* **Exercise goal**:
Each line of the entries that contains the word "outbox" adds one. Reply with the resulting number only.

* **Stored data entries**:
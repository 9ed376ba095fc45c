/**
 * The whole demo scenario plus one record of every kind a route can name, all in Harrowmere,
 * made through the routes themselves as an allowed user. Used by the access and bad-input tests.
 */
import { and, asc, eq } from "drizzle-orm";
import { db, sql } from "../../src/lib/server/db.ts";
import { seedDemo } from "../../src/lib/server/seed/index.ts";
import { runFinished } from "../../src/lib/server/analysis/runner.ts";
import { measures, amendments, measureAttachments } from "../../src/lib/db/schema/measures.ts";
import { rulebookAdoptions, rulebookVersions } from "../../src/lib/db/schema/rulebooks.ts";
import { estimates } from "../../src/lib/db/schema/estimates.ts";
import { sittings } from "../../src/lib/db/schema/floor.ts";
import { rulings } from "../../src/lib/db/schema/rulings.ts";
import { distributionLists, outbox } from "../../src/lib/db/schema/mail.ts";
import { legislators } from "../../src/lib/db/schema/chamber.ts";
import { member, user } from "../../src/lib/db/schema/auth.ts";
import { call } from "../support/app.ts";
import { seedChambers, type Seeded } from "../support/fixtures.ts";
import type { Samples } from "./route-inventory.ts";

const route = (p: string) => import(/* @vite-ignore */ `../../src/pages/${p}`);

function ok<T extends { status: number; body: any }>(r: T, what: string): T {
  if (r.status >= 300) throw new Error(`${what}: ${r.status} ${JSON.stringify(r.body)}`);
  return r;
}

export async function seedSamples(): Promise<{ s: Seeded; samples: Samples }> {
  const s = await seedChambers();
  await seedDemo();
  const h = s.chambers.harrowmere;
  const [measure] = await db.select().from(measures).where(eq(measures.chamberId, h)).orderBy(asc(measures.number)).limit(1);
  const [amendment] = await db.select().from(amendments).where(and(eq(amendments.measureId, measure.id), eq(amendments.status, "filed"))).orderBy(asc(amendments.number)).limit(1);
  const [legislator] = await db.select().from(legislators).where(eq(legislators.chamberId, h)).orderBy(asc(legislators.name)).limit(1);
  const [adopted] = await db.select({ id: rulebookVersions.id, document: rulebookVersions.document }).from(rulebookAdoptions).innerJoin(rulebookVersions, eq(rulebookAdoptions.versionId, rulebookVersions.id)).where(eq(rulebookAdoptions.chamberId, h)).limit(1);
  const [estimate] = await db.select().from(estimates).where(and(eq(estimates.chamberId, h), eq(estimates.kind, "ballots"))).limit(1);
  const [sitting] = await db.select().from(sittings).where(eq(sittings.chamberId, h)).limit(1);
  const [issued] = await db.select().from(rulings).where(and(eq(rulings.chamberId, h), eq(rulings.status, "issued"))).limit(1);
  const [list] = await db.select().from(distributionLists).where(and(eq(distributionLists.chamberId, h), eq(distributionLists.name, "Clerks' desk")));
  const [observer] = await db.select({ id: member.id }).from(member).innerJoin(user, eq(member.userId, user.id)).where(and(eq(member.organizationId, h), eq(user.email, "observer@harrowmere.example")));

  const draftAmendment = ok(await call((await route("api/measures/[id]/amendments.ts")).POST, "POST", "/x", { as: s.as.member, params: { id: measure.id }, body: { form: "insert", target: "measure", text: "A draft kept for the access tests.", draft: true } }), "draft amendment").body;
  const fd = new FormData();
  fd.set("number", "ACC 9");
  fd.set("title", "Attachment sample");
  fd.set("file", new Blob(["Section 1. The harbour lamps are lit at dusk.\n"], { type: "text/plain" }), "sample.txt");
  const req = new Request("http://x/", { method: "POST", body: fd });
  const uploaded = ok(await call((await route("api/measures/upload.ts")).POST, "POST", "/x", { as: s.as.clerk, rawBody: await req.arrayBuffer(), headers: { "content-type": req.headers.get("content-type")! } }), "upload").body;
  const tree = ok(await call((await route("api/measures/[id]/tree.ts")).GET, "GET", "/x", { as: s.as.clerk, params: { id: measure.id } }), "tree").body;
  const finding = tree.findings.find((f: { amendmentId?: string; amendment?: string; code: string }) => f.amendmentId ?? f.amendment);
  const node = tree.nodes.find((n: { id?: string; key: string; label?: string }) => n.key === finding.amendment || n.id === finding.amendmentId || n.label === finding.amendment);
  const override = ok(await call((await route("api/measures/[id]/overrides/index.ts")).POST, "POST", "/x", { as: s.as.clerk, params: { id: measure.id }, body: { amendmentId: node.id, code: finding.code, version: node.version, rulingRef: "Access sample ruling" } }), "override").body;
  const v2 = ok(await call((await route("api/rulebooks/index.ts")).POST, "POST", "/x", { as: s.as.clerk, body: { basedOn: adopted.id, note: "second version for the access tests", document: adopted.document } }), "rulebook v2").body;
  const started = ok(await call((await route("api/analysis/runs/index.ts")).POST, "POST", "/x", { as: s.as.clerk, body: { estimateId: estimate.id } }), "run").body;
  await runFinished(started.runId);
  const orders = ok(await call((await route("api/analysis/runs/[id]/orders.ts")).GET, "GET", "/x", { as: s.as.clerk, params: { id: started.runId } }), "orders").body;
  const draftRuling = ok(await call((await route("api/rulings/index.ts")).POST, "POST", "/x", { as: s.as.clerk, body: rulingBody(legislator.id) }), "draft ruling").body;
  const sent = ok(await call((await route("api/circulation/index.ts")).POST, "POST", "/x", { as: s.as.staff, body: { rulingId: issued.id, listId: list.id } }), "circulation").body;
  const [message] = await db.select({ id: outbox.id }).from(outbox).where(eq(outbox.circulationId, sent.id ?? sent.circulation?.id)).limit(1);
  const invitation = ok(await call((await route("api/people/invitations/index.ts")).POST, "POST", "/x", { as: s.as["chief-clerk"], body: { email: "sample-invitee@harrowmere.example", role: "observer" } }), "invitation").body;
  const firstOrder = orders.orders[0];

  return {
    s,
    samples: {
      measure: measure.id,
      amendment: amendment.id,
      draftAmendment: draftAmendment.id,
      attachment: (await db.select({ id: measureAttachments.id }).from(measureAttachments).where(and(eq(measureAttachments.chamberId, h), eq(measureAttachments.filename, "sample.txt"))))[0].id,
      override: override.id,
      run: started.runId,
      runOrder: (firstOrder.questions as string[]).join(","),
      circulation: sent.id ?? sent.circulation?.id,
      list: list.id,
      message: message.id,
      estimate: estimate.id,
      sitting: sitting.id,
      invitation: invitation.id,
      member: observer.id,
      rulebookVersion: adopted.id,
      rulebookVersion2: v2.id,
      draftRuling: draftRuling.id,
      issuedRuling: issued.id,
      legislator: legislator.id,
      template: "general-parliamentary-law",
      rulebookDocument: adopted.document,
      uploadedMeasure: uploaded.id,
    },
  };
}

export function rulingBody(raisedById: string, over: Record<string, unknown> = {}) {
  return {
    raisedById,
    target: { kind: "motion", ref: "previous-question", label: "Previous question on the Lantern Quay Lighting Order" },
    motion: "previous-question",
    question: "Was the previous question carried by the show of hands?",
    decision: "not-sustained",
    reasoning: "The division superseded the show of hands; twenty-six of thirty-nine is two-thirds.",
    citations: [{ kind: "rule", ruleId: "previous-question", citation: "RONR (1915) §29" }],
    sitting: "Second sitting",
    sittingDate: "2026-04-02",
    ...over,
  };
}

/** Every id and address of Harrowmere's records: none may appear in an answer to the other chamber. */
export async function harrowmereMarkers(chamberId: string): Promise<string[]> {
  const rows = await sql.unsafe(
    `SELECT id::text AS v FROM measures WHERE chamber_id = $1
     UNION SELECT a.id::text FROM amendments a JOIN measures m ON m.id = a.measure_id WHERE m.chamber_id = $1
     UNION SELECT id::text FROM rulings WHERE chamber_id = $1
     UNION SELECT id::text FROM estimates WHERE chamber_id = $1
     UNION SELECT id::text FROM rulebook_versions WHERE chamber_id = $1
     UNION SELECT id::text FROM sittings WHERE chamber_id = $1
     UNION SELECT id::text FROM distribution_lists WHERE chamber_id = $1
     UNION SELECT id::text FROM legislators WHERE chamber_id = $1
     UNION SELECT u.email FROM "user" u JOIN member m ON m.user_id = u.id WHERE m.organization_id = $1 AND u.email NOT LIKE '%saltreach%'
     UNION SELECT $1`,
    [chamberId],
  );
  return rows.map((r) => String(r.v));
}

* **Output below**:
2